[Records from a data source]
────

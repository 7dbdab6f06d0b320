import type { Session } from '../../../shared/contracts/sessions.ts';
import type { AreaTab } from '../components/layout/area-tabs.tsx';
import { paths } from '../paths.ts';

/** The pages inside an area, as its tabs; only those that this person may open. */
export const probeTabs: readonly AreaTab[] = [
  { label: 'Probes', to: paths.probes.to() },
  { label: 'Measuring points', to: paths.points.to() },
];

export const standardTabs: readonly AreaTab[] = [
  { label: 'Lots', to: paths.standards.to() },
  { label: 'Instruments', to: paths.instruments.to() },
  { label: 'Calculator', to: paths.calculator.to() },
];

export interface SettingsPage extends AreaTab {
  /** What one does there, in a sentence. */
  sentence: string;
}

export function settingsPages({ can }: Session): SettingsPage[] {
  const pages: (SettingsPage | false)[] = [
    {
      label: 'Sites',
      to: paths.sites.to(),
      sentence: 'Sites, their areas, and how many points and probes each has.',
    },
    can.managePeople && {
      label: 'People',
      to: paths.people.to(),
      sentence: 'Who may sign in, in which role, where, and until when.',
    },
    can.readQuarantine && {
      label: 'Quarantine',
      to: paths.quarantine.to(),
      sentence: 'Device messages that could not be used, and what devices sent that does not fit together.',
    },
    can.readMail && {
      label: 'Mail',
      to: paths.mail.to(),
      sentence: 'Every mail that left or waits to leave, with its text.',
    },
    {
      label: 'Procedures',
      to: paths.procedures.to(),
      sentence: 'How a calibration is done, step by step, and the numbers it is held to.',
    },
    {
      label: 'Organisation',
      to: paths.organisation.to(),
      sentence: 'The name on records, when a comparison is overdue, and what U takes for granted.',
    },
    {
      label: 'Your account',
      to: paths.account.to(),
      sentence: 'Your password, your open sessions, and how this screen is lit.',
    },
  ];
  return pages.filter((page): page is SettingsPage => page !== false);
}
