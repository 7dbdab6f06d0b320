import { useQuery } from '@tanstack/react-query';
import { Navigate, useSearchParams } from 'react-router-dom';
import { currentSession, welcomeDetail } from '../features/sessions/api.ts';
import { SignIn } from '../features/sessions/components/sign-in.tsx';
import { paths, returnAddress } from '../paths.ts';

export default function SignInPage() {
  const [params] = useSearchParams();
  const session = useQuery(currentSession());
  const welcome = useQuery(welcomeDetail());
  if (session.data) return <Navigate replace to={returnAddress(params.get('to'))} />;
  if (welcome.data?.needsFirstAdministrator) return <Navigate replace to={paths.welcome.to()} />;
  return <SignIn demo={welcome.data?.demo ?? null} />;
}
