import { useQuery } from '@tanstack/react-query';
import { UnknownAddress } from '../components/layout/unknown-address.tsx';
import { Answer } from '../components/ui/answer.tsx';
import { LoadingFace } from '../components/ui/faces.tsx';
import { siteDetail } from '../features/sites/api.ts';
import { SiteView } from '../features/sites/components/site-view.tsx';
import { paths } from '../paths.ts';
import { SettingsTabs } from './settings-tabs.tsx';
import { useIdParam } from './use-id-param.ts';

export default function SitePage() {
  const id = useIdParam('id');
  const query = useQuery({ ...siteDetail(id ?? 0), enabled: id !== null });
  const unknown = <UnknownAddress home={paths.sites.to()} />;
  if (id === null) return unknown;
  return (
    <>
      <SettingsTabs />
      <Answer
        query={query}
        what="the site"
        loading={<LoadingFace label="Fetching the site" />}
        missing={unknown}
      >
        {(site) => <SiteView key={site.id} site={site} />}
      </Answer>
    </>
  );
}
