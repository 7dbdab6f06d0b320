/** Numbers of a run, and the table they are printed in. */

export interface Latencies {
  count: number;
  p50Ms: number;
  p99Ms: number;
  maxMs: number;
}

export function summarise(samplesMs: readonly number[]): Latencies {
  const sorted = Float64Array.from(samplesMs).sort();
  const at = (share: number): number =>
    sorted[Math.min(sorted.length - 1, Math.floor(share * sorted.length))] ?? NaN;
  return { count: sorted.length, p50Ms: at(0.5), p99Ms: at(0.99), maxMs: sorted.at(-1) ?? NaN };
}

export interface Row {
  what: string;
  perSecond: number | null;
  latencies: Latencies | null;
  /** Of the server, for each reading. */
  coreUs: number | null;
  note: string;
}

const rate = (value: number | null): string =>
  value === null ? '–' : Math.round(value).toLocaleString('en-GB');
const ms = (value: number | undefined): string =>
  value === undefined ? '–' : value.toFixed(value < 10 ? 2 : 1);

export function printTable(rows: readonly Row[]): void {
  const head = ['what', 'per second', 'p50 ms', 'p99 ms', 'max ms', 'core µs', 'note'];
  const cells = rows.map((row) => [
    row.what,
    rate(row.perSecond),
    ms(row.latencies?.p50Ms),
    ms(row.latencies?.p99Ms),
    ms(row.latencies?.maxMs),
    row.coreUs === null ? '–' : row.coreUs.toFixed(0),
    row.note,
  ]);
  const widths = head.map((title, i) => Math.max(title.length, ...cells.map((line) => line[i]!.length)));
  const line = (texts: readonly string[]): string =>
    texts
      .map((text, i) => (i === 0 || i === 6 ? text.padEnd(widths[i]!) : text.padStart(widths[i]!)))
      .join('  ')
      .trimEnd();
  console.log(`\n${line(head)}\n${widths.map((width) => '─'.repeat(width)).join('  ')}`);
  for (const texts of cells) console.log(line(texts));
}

────

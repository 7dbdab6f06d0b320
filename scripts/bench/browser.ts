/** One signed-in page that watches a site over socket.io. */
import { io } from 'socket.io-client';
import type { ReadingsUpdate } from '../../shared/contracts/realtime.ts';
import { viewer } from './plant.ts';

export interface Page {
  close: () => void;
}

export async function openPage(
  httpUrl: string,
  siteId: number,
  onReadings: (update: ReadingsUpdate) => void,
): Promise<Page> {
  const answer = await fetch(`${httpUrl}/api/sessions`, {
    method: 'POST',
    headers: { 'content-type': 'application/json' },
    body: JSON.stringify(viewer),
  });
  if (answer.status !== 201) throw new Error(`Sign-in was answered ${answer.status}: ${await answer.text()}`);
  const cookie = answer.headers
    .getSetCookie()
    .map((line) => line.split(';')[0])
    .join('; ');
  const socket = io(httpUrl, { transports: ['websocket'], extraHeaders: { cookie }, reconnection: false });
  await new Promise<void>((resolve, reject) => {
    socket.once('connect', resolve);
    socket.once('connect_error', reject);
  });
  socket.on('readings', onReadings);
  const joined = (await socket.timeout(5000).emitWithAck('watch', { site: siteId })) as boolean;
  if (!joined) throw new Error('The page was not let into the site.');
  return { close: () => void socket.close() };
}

────

### What needs to be done
What is the number of lines in the records that include the word "returnAddress"? Answer with that number only.

### Solved problem
2